Search each line of the data for the word "departments"; copy every line where it is found.
*** Begin section ***
"""Bounds that are functions of the user's own."""

from __future__ import annotations

import math
from collections.abc import Callable
from fractions import Fraction
from typing import Any

import pytest

from pytest_growthbudget.bounds.callables import callable_budget
from pytest_growthbudget.bounds.language import BoundError


def quadratic(n: int) -> float:
    return n * n + 3


def test_the_growth_is_the_log_of_the_function() -> None:
    budget = callable_budget(quadratic)
    growth = budget.ray(("n",))
    assert budget.text == budget.theta == "quadratic(n)"
    assert growth.log_value({"n": 100}) == pytest.approx(math.log(10_003))
    assert not budget.exponential


def test_between_whole_numbers_it_is_interpolated() -> None:
    growth = callable_budget(quadratic).ray(("n",))
    assert growth.log_value({"n": 2.25}) == pytest.approx(0.75 * math.log(7) + 0.25 * math.log(12))


def test_whole_numbers_of_any_length_are_taken() -> None:
    budget = callable_budget(lambda n: 2**n)
    assert budget.exponential
    assert budget.ray(("n",)).log_value({"n": 5_000}) == pytest.approx(5_000 * math.log(2))


def test_sizes_below_one_count_as_one() -> None:
    growth = callable_budget(quadratic).ray(("n",))
    assert growth.log_value({"n": 0.25}) == growth.log_value({"n": 1}) == math.log(4)


class Doubled:
    def __call__(self, n: int) -> int:
        return 2 * n


@pytest.mark.parametrize(
    ("function", "text"),
    [
        (quadratic, "quadratic(n)"),
        (lambda n: n, "a function of n"),
        (Doubled(), "Doubled(n)"),
        (math.log2, "log2(n)"),
        (lambda n, k=2: n**k, "a function of n"),
    ],
)
def test_a_function_is_named_as_it_names_itself(function: Callable[[int], float], text: str) -> None:
    """Functions, lambdas, objects that can be called, and built-in functions."""
    budget = callable_budget(function)
    assert (budget.text, budget.theta) == (text, text)
    assert (budget.variables, budget.theorem, budget.steps) == (("n",), "", ())


@pytest.mark.parametrize(
    "function", [lambda n: 2 ** (n // 30), lambda n: 2 ** int(n**0.5), lambda n: n ** int(math.log2(n))]
)
def test_what_outruns_the_powers_is_exponential(function: Callable[[int], float]) -> None:
    assert callable_budget(function).exponential


def test_a_fall_within_rounding_is_no_fall() -> None:
    assert callable_budget(lambda n: 1 - 1e-11 * math.log(n)).text == "a function of n"
    with pytest.raises(BoundError, match="falls on the way to n = 8"):
        callable_budget(lambda n: 1 - 1e-6 * math.log(n))


@pytest.mark.parametrize(
    "function",
    [lambda n: n, lambda n: n * math.log(n), lambda n: n**3, lambda n: n**4, lambda n: n**9, lambda n: 7],
)
def test_powers_are_not_exponential(function: Callable[[int], float]) -> None:
    assert not callable_budget(function).exponential


def no_argument() -> float:
    return 1.0


def falling(n: int) -> float:
    return 1e9 / n


def negative(n: int) -> float:
    return 5.0 - n


def raising(n: int) -> float:
    raise RuntimeError("no")


def text(n: int) -> Any:
    return "n"


def endless(n: int) -> float:
    return math.inf


def undefined(n: int) -> float:
    return math.nan


def huge(n: int) -> Fraction:
    return Fraction(10) ** (100 * n)


def two_arguments(n: int, m: int) -> int:
    return n * m


def overflowing(n: int) -> float:
    return 2.0**n


@pytest.mark.parametrize(
    ("function", "message"),
    [
        (no_argument, "no_argument(n) must take one argument, the problem size"),
        (falling, "falling(n) falls on the way to n = 8; a bound must not fall as n grows"),
        (negative, "negative(n) gave -3.0 at n = 8; a positive number was expected"),
        (raising, "raising(n) raised RuntimeError at n = 4: no"),
        (text, "text(n) gave 'n' at n = 4; a positive number was expected"),
        (two_arguments, "two_arguments(n) must take one argument, the problem size"),
        (undefined, "undefined(n) gave nan at n = 4; a finite number was expected"),
        (huge, f"huge(n) gave {Fraction(10) ** 400!r} at n = 4; a finite number was expected"),
        (endless, "endless(n) gave inf at n = 4; a finite number was expected"),
        (overflowing, "overflowing(n) overflows at n = 1,024; compute it with whole numbers"),
    ],
)
def test_functions_that_are_no_bounds_are_refused(function: Callable[..., float], message: str) -> None:
    with pytest.raises(BoundError) as caught:
        callable_budget(function)
    assert caught.value.message == message
    assert caught.value.text == message.split(")")[0] + ")"
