"""Derivations, to the letter: each step is what the theorem says at this recurrence."""

from __future__ import annotations

import json
from pathlib import Path
from typing import Any

import pytest

from pytest_growthbudget.bounds.budget import describe, parse_budget

ENTRIES = json.loads((Path(__file__).parent / "valid" / "derivations.json").read_text("utf-8"))


@pytest.mark.parametrize("entry", ENTRIES, ids=[e["input"] for e in ENTRIES])
def test_derivation_is_told_whole(entry: dict[str, Any]) -> None:
    """Growth, theorem and every step, as `explain --json` gives them."""
    answer = describe(parse_budget(entry["input"]))
    assert {key: answer[key] for key in entry} == entry


@pytest.mark.parametrize(
    ("text", "critical"),
    [
        ("T(n) = 8 T(n/2) + n^2", 3.0),
        ("T(n) = 4 T(n/2)", 2.0),
        ("T(n) = T(n/4) + T(3n/4) + n^2", 1.0),
        ("T(n) = 4 T(sqrt n) + log n", 2.0),
        ("T(n) = 2 T(sqrt n)", 1.0),
    ],
)
def test_the_critical_exponent_is_kept(text: str, critical: float) -> None:
    """Where the theorem has one."""
    derivation = parse_budget(text).derivation
    assert derivation is not None
    assert derivation.critical == critical


@pytest.mark.parametrize("text", ["T(n) = 2 T(n-1) + 1", "T(n) = T(n - sqrt n) + 1", "T(n) = 2 T(n/2) + 2^n"])
def test_other_theorems_have_no_critical_exponent(text: str) -> None:
    derivation = parse_budget(text).derivation
    assert derivation is not None
    assert derivation.critical is None
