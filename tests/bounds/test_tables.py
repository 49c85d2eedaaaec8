"""The report of `explain`, to the letter; its table of uneven splits against T itself."""

from __future__ import annotations

import math
from collections.abc import Callable
from pathlib import Path

import pytest

from pytest_growthbudget.bounds.budget import parse_budget
from pytest_growthbudget.bounds.exact import ONE
from pytest_growthbudget.bounds.growth import CONSTANT, Factor
from pytest_growthbudget.bounds.tables import evaluate, readable, report, split_table

REPORTS = sorted((Path(__file__).parent / "valid" / "reports").glob("*.txt"))


@pytest.mark.parametrize("path", REPORTS, ids=[path.stem for path in REPORTS])
def test_the_report_is_told_whole(path: Path) -> None:
    """Growth, derivation, what doubling costs, and what an uneven split costs."""
    expected = path.read_text("utf-8")
    lines = expected.splitlines()
    text = lines[0].removeprefix("input    ")
    assert report(parse_budget(text)) + "\n" == expected
    assert max(map(len, lines)) <= 80


def _t(calls: list[tuple[int, float]], toll: Callable[[float], float], n: float) -> float:
    """T(n) by its definition, with T(x) = 1 below 2."""
    return 1.0 if n < 2 - 1e-9 else toll(n) + sum(a * _t(calls, toll, b * n) for a, b in calls)


@pytest.mark.parametrize("n", [2.0, 3.0, 64.0, 1000.0])
def test_evaluation_is_that_of_the_recurrence(n: float) -> None:
    """Sizes that are reached by several ways are counted as often as they are called."""
    for calls in ([(2, 0.5)], [(1, 1 / 3), (1, 2 / 3)], [(2, 0.25), (3, 0.5), (1, 0.75)]):
        coefficients, factors = [float(a) for a, _ in calls], [b for _, b in calls]
        for toll, function in ((Factor(power=ONE), float), (CONSTANT, lambda x: 1.0), (Factor(log=ONE), math.log2)):
            found = evaluate(coefficients, factors, toll, n)
            assert found == pytest.approx(_t(calls, function, n), rel=1e-9)


def test_evaluation_of_too_many_sizes_is_given_up() -> None:
    assert evaluate([1.0] * 6, [0.99, 0.98, 0.97, 0.96, 0.95, 0.94], CONSTANT, 2.0**20) is None


@pytest.mark.parametrize(
    "text",
    [
        "T(n) = 2T(n/2) + n",
        "T(n) = T(n/2) + T(sqrt n) + n",
        "T(n) = T(n/3) + (1 + 1/n) T(2n/3) + n",
        "T(n) = T(n/3) + T(2n/3)",
        "T(n) = T(n/3) + T(2n/3) + 2^n",
        "T(n) = T(n/3)/3 + T(n/2)/3 + n",
        "T(n) = T(n/3)/3 + 2 T(n/2)/3 + n",
        "T(n) = T(n-1) + T(n-2)",
        "T(n) = T(n/3) + T(2n/3) + 0.5^n",
    ],
)
def test_there_is_no_table_where_nothing_is_uneven_or_counted(text: str) -> None:
    budget = parse_budget(text)
    assert budget.recurrence is not None
    assert split_table(budget.recurrence, budget) == []


@pytest.mark.parametrize(
    ("text", "expected"),
    [
        ("n^log2(7) log n", "n^2.8074 (log n)"),
        ("V E^1.5 + 2^W", "E^1.5 V + 2^W"),
        ("n^(1/3)", "n^(1/3)"),
        ("T(n) = T(n-1) + T(n-2) + T(n-3)", "1.8393^n"),
        ("n^sqrt(2) + m^sqrt(3)", "n^1.4142 + m^1.7321"),
        ("1", "1"),
    ],
)
def test_irrational_exponents_are_rounded_for_reading(text: str, expected: str) -> None:
    assert readable(parse_budget(text).growth) == expected
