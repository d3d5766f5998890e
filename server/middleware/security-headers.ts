import { randomBytes } from 'node:crypto';
import type { RequestHandler } from 'express';
import helmet from 'helmet';

/** Where the page's answer finds the nonce of its style elements. */
export function styleNonceOf(response: { locals: Record<string, unknown> }): string {
  return String(response.locals.styleNonce);
}

/** A nonce for each answer, drawn before the headers are set. */
const drawNonce: RequestHandler = (_request, response, next) => {
  response.locals.styleNonce = randomBytes(16).toString('base64');
  next();
};

/**
 * Everything a page uses comes from its own origin; nothing is framed. Style attributes are allowed because the
 * widgets place their overlays with them; scripts must be files, and so must style sheets, but for the few that the
 * widgets add at run time with this answer's nonce.
 */
const headers = helmet({
  contentSecurityPolicy: {
    useDefaults: false,
    directives: {
      'default-src': ["'self'"],
      'script-src': ["'self'"],
      'script-src-attr': ["'none'"],
      'style-src': [
        "'self'",
        (_request, response) =>
          `'nonce-${styleNonceOf(response as unknown as { locals: Record<string, unknown> })}'`,
      ],
      'style-src-attr': ["'unsafe-inline'"],
      'img-src': ["'self'", 'data:', 'blob:'],
      'font-src': ["'self'"],
      'connect-src': ["'self'"],
      'worker-src': ["'self'"],
      'object-src': ["'none'"],
      'base-uri': ["'none'"],
      'form-action': ["'self'"],
      'frame-ancestors': ["'none'"],
    },
  },
  referrerPolicy: { policy: 'same-origin' },
});

export const securityHeaders: RequestHandler[] = [drawNonce, headers];
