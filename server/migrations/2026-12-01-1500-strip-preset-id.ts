import type { Migration } from './migration';

/**
 * The id under which a strip came in a preset file, so that the same file is recognised when it comes again. Not
 * unique: two people may import one file, each for themselves.
 */
export const stripPresetId: Migration = {
  name: '2026-12-01-1500-strip-preset-id',
  async up({ sequelize }) {
    await sequelize.query('ALTER TABLE strips ADD COLUMN preset_id TEXT');
    await sequelize.query('CREATE INDEX strips_preset_id ON strips (preset_id)');
  },
  async down({ sequelize }) {
    await sequelize.query('DROP INDEX strips_preset_id');
    await sequelize.query('ALTER TABLE strips DROP COLUMN preset_id');
  },
};
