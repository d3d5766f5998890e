import express, { type RequestHandler } from 'express';
import { invalidInput, wrongContentType } from '../errors';

/** A strip's parameters take about 4 kB; its texts at most another 30. */
export const bodyLimit = '256kb';
/** Our deepest body has six levels. */
const deepest = 24;

const quote = '"'.charCodeAt(0);
const backslash = '\\'.charCodeAt(0);
const opening = new Set(['{'.charCodeAt(0), '['.charCodeAt(0)]);
const closing = new Set(['}'.charCodeAt(0), ']'.charCodeAt(0)]);

/** Whether JSON nests deeper than anything of ours, where recursive code would run out of stack. */
function nestsTooDeep(body: Buffer): boolean {
  let depth = 0;
  let inText = false;
  for (let i = 0; i < body.length; i++) {
    const byte = body[i];
    if (inText) {
      if (byte === backslash) i++;
      else if (byte === quote) inText = false;
    } else if (byte === quote) inText = true;
    else if (opening.has(byte) && ++depth > deepest) return true;
    else if (closing.has(byte)) depth--;
  }
  return false;
}

const parse = express.json({
  limit: bodyLimit,
  strict: false,
  verify: (_request, _response, body) => {
    if (!nestsTooDeep(body)) return;
    throw invalidInput([{ path: '(root)', value: 'nested lists or objects', allowed: `${deepest} levels` }]);
  },
});

/** Reads a JSON body; refuses any other kind. A request without a body passes as it is. */
export const jsonBody: RequestHandler = (request, response, next) => {
  const hasBody =
    request.headers['transfer-encoding'] !== undefined || Number(request.get('content-length')) > 0;
  if (hasBody && !request.is('application/json')) throw wrongContentType();
  parse(request, response, next);
};
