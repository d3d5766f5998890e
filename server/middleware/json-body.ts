import express, { type RequestHandler } from 'express';
import { deepestJson, nestsTooDeep } from '../../shared/formats/json-depth';
import { invalidInput, wrongContentType } from '../errors';

/** A strip's parameters take about 4 kB; its texts at most another 30. */
export const bodyLimit = '256kb';

const parse = express.json({
  limit: bodyLimit,
  strict: false,
  verify: (_request, _response, body) => {
    if (!nestsTooDeep(body)) return;
    throw invalidInput([
      { path: '(root)', value: 'nested lists or objects', allowed: `${deepestJson} levels` },
    ]);
  },
});

/** Reads a JSON body; refuses any other kind. A request without a body passes as it is. */
export const jsonBody: RequestHandler = (request, response, next) => {
  const hasBody =
    request.headers['transfer-encoding'] !== undefined || Number(request.get('content-length')) > 0;
  if (hasBody && !request.is('application/json')) throw wrongContentType();
  parse(request, response, next);
};
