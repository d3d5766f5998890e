import type { ErrorRequestHandler, RequestHandler, Response } from 'express';
import { errorStatuses, type ApiErrorBody } from '../../shared/api/errors';
import { InvalidInputError } from '../../shared/errors';
import { AppError, invalidInput, notFound, tooLarge, wrongContentType } from '../errors';

/** What express and its body parser throw: an error with the status it stands for. */
interface HttpError {
  status: number;
  type?: string;
}

function isHttpError(error: unknown): error is HttpError {
  return error instanceof Error && 'status' in error && typeof error.status === 'number';
}

function fromHttpError({ status, type }: HttpError): AppError | null {
  if (status === errorStatuses.tooLarge) return tooLarge();
  if (status === errorStatuses.wrongContentType) return wrongContentType();
  if (type === 'entity.parse.failed') {
    return invalidInput([{ path: '(root)', value: 'a body that is not JSON', allowed: 'JSON' }]);
  }
  if (status >= 400 && status < 500) {
    return invalidInput([{ path: '(root)', value: 'a malformed request', allowed: 'a well-formed request' }]);
  }
  return null;
}

function toAppError(error: unknown): AppError | null {
  if (error instanceof AppError) return error;
  if (error instanceof InvalidInputError) return invalidInput(error.problems);
  return isHttpError(error) ? fromHttpError(error) : null;
}

function answer(response: Response, error: AppError): void {
  const { id, message, problems, details } = error;
  const body: ApiErrorBody = { error: { id, message, problems: problems && [...problems], details } };
  if (error.retryAfterS !== undefined) response.set('Retry-After', String(Math.ceil(error.retryAfterS)));
  response.status(error.status).json(body);
}

const unexpected = (): AppError =>
  new AppError('unexpected', 'Something went wrong on our side. Nothing you sent is to blame.');

/** The one exit for failures: known ones by name, all others as one safe 500 that is logged. */
export function answerErrors(logError: (error: unknown) => void): ErrorRequestHandler {
  return (error: unknown, _request, response, next) => {
    const known = toAppError(error);
    if (!known) logError(error);
    if (response.headersSent) return next(error);
    answer(response, known ?? unexpected());
  };
}

/** For addresses under /api that no route took. */
export const noSuchRoute: RequestHandler = () => {
  throw notFound('address in this API');
};
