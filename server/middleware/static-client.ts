import { existsSync, readFileSync } from 'node:fs';
import { extname, join, sep } from 'node:path';
import express, { type RequestHandler } from 'express';
import { styleNonceOf } from './security-headers';

/** Built files carry a hash of their content in their names, so they never change. */
const builtForEver = 'public, max-age=31536000, immutable';

/** Stands in index.html where each answer's nonce for style elements goes. */
const noncePlace = '__STYLE_NONCE__';

/**
 * The built client: its files, and its one page for every other address, since the client does its own routing.
 * Addresses that look like a file but are none stay 404.
 */
export function staticClient(directory: string): RequestHandler[] {
  const page = join(directory, 'index.html');
  const built = join(directory, 'assets') + sep;
  const files = express.static(directory, {
    index: false,
    setHeaders: (response, file: string) => {
      response.setHeader('Cache-Control', file.startsWith(built) ? builtForEver : 'no-cache');
    },
  });
  const sendPage: RequestHandler = (request, response, next) => {
    if (request.method !== 'GET' && request.method !== 'HEAD') return next();
    if (extname(request.path) !== '') return next();
    if (!existsSync(page)) {
      response.status(503).type('text').send('The pages are not built yet. Start with: npm start\n');
      return;
    }
    const html = readFileSync(page, 'utf8').replace(noncePlace, styleNonceOf(response));
    response.set('Cache-Control', 'no-store').type('html').send(html);
  };
  return [files, sendPage];
}
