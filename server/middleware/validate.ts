import type { Request } from 'express';
import type { z } from 'zod';
import { problemsOf } from '../../shared/parameters/parse';
import { stripIdSchema } from '../../shared/api/strip-id';
import { invalidInput, notFound } from '../errors';

/** An input as the schema has it; throws `invalidInput` with every problem. */
export function parsed<Schema extends z.ZodType>(schema: Schema, input: unknown): z.output<Schema> {
  const result = schema.safeParse(input);
  if (result.success) return result.data;
  throw invalidInput(problemsOf(schema, input, result.error));
}

/** A request's body as the schema has it; throws `invalidInput` with every problem. */
export function bodyOf<Schema extends z.ZodType>(schema: Schema, request: Request): z.output<Schema> {
  return parsed(schema, request.body as unknown);
}

/** As `bodyOf`, for routes that also take no body at all. */
export function optionalBodyOf<Schema extends z.ZodType>(schema: Schema, request: Request): z.output<Schema> {
  return parsed(schema, (request.body as unknown) ?? {});
}

/** A request's query as the schema has it; throws `invalidInput` with every problem. */
export function queryOf<Schema extends z.ZodType>(schema: Schema, request: Request): z.output<Schema> {
  return parsed(schema, { ...request.query });
}

/** The strip id in a request's address; one that cannot be an id is `notFound`, like one that is none. */
export function stripIdOf(request: Request): string {
  const result = stripIdSchema.safeParse(request.params.stripId);
  if (!result.success) throw notFound('strip');
  return result.data;
}
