import { existsSync } from 'node:fs';
import { extname, join, sep } from 'node:path';
import express, { type RequestHandler } from 'express';

/** Built files carry a hash of their content in their names, so they never change. */
const builtForEver = 'public, max-age=31536000, immutable';

/**
 * The built client: its files, and its one page for every other address, since the client does its own routing.
 * Addresses that look like a file but are none stay 404.
 */
export function staticClient(directory: string): RequestHandler[] {
  const page = join(directory, 'index.html');
  const built = join(directory, 'assets') + sep;
  const files = express.static(directory, {
    index: false,
    setHeaders: (response, file: string) => {
      response.setHeader('Cache-Control', file.startsWith(built) ? builtForEver : 'no-cache');
    },
  });
  const sendPage: RequestHandler = (request, response, next) => {
    if (request.method !== 'GET' && request.method !== 'HEAD') return next();
    if (extname(request.path) !== '') return next();
    if (!existsSync(page)) {
      response.status(503).type('text').send('The pages are not built yet. Start with: npm start\n');
      return;
    }
    response.set('Cache-Control', 'no-cache');
    response.sendFile(page);
  };
  return [files, sendPage];
}
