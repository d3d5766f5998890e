import type { Request, RequestHandler } from 'express';
import { ipKeyGenerator, rateLimit } from 'express-rate-limit';
import { errorStatuses } from '../../shared/api/errors';
import { tooManyAttempts } from '../errors';

export interface SignInLimits {
  windowMs: number;
  /** Failed attempts for one e-mail from one address. */
  perPerson: number;
  /** Failed attempts from one address, whoever they were for; a classroom shares one. */
  perAddress: number;
}

export const usualSignInLimits: SignInLimits = { windowMs: 10 * 60_000, perPerson: 10, perAddress: 100 };

function emailOf(request: Request): string {
  const body = request.body as { email?: unknown } | undefined;
  return typeof body?.email === 'string' ? body.email.trim().toLowerCase().slice(0, 254) : '';
}

function limiter(windowMs: number, limit: number, keyOf: (request: Request) => string): RequestHandler {
  return rateLimit({
    windowMs,
    limit,
    keyGenerator: keyOf,
    skipSuccessfulRequests: true,
    requestWasSuccessful: (_request, response) => response.statusCode !== errorStatuses.signInFailed,
    standardHeaders: false,
    legacyHeaders: false,
    handler: (request, _response, next) => {
      const resetTime = (request as Request & { rateLimit?: { resetTime?: Date } }).rateLimit?.resetTime;
      const waitMs = resetTime ? resetTime.getTime() - Date.now() : windowMs;
      next(tooManyAttempts(Math.max(1, waitMs / 1000)));
    },
  });
}

/** Locks sign-in after too many failures; attempts that succeed, or are malformed, do not count. */
export function signInLimit({ windowMs, perPerson, perAddress }: SignInLimits): RequestHandler[] {
  const address = (request: Request): string => ipKeyGenerator(request.ip ?? '');
  return [
    limiter(windowMs, perAddress, address),
    limiter(windowMs, perPerson, (request) => `${address(request)} ${emailOf(request)}`),
  ];
}
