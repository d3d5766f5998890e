import type { Migration } from './migration';

/**
 * Colleges' departments, their people, and who is signed in where. Sessions are rows, so that signing out ends
 * one for good and a restart of the server ends none. Times are ISO 8601 text in UTC, which sorts as it reads.
 */
export const people: Migration = {
  name: '2026-12-01-0900-people',
  async up({ sequelize }) {
    await sequelize.query(`
      CREATE TABLE departments (
        id TEXT PRIMARY KEY,
        organisation TEXT NOT NULL,
        name TEXT NOT NULL,
        UNIQUE (organisation, name)
      ) STRICT`);
    await sequelize.query(`
      CREATE TABLE users (
        id TEXT PRIMARY KEY,
        department_id TEXT NOT NULL REFERENCES departments (id),
        name TEXT NOT NULL,
        email TEXT NOT NULL UNIQUE COLLATE NOCASE,
        role TEXT NOT NULL CHECK (role IN ('educator', 'technician', 'learner', 'administrator')),
        password_hash TEXT NOT NULL,
        is_demo INTEGER NOT NULL DEFAULT 0 CHECK (is_demo IN (0, 1)),
        created_at TEXT NOT NULL
      ) STRICT`);
    await sequelize.query(`
      CREATE TABLE sessions (
        id TEXT PRIMARY KEY,
        user_id TEXT NOT NULL REFERENCES users (id) ON DELETE CASCADE,
        created_at TEXT NOT NULL,
        expires_at TEXT NOT NULL
      ) STRICT`);
    await sequelize.query('CREATE INDEX sessions_expires_at ON sessions (expires_at)');
    await sequelize.query('CREATE INDEX sessions_user_id ON sessions (user_id)');
  },
  async down({ sequelize }) {
    await sequelize.query('DROP TABLE sessions');
    await sequelize.query('DROP TABLE users');
    await sequelize.query('DROP TABLE departments');
  },
};
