import type { RequestHandler } from 'express';
import multer, { MulterError } from 'multer';
import { presetFileLimitMb } from '../../shared/api/preset-files';
import { AppError, invalidInput, tooLarge } from '../errors';

const bytesPerMb = 1_000_000;
/** A decision about 500 presets takes about 20 kB. */
const longestDecision = 100_000;

const isJsonName = (name: string): boolean => name.toLowerCase().endsWith('.json');

const upload = multer({
  storage: multer.memoryStorage(),
  limits: {
    fileSize: presetFileLimitMb * bytesPerMb,
    files: 1,
    fields: 1,
    fieldSize: longestDecision,
    parts: 3,
  },
  fileFilter: (_request, file, done) => {
    if (isJsonName(file.originalname)) return done(null, true);
    done(
      invalidInput([
        { path: 'file', value: JSON.stringify(file.originalname), allowed: 'a preset file, ending in .json' },
      ]),
    );
  },
}).single('file');

const oneFile = 'one preset file in the field file, and at most one field decision';

function refusal(error: unknown): AppError {
  if (error instanceof AppError) return error;
  if (error instanceof MulterError && error.code === 'LIMIT_FILE_SIZE') {
    return tooLarge(`The file is larger than ${presetFileLimitMb} MB, the most a preset file may have.`);
  }
  const value = error instanceof MulterError ? error.message : 'a malformed upload';
  return invalidInput([{ path: '(root)', value, allowed: oneFile }]);
}

/** Reads an uploaded preset file into memory; anything else is refused in words. */
export const presetUpload: RequestHandler = (request, response, next) => {
  upload(request, response, (error: unknown) => {
    if (error) next(refusal(error));
    else if (request.file) next();
    else next(invalidInput([{ path: 'file', value: 'missing', allowed: `multipart/form-data: ${oneFile}` }]));
  });
};
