import type { Migration } from './migration';

/**
 * Exports as jobs. The parameters are kept with the job, so that it can run again whatever becomes of the strip;
 * `strip_id` only says where it came from. `duration_s` is theirs too: short exports do not wait behind long ones. `attempts` counts starts: a job that takes the server down with it is not
 * started for ever. The file lies beside the database under the job's id.
 */
export const exportJobs: Migration = {
  name: '2026-12-01-1510-export-jobs',
  async up({ sequelize }) {
    await sequelize.query(`
      CREATE TABLE export_jobs (
        id TEXT PRIMARY KEY,
        owner_id TEXT NOT NULL REFERENCES users (id) ON DELETE CASCADE,
        strip_id TEXT,
        title TEXT NOT NULL,
        parameters TEXT NOT NULL CHECK (json_valid(parameters)),
        formats TEXT NOT NULL CHECK (json_valid(formats)),
        duration_s REAL NOT NULL,
        bundle INTEGER NOT NULL CHECK (bundle IN (0, 1)),
        state TEXT NOT NULL CHECK (state IN ('waiting', 'running', 'done', 'failed', 'cancelled')),
        attempts INTEGER NOT NULL DEFAULT 0,
        failure TEXT,
        warnings TEXT NOT NULL DEFAULT '[]' CHECK (json_valid(warnings)),
        ending TEXT,
        media_type TEXT,
        bytes INTEGER,
        created_at TEXT NOT NULL,
        finished_at TEXT,
        removed_at TEXT,
        CHECK ((state = 'done') = (bytes IS NOT NULL)),
        CHECK ((state = 'failed') = (failure IS NOT NULL))
      ) STRICT`);
    await sequelize.query('CREATE INDEX export_jobs_owner_id ON export_jobs (owner_id, created_at)');
    await sequelize.query('CREATE INDEX export_jobs_state ON export_jobs (state, created_at)');
  },
  async down({ sequelize }) {
    await sequelize.query('DROP TABLE export_jobs');
  },
};
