import type { Migration } from './migration';

/** The engine that a strip was last saved with; whatever was saved before this was drawn by 1.0.0. */
export const stripEngine: Migration = {
  name: '2026-12-01-1230-strip-engine',
  async up({ sequelize }) {
    await sequelize.query("ALTER TABLE strips ADD COLUMN engine_version TEXT NOT NULL DEFAULT '1.0.0'");
  },
  async down({ sequelize }) {
    await sequelize.query('ALTER TABLE strips DROP COLUMN engine_version');
  },
};
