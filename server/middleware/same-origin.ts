import type { RequestHandler } from 'express';
import { crossSite } from '../errors';

const harmless = new Set(['GET', 'HEAD', 'OPTIONS']);

function hostOf(origin: string): string | null {
  try {
    return new URL(origin).host;
  } catch {
    return null;
  }
}

/**
 * Refuses requests that change something when a browser sent them for another site: by `Sec-Fetch-Site`, or by
 * `Origin` where that is missing. Hosts are compared, not schemes, since a proxy may end the encryption. A
 * client that sends neither header is no browser, and nobody's cookie rides along with it.
 */
export const sameOrigin: RequestHandler = (request, _response, next) => {
  if (harmless.has(request.method)) return next();
  const site = request.get('sec-fetch-site');
  const origin = request.get('origin');
  if (site !== undefined && site !== 'same-origin' && site !== 'none') throw crossSite();
  if (origin !== undefined && hostOf(origin) !== request.get('host')) throw crossSite();
  next();
};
*** End section ***
§ Answer for the task
 * Colleges' departments, their people, and who is signed in where. Sessions are rows, so that signing out ends
      CREATE TABLE departments (
        department_id TEXT NOT NULL REFERENCES departments (id),
    await sequelize.query('DROP TABLE departments');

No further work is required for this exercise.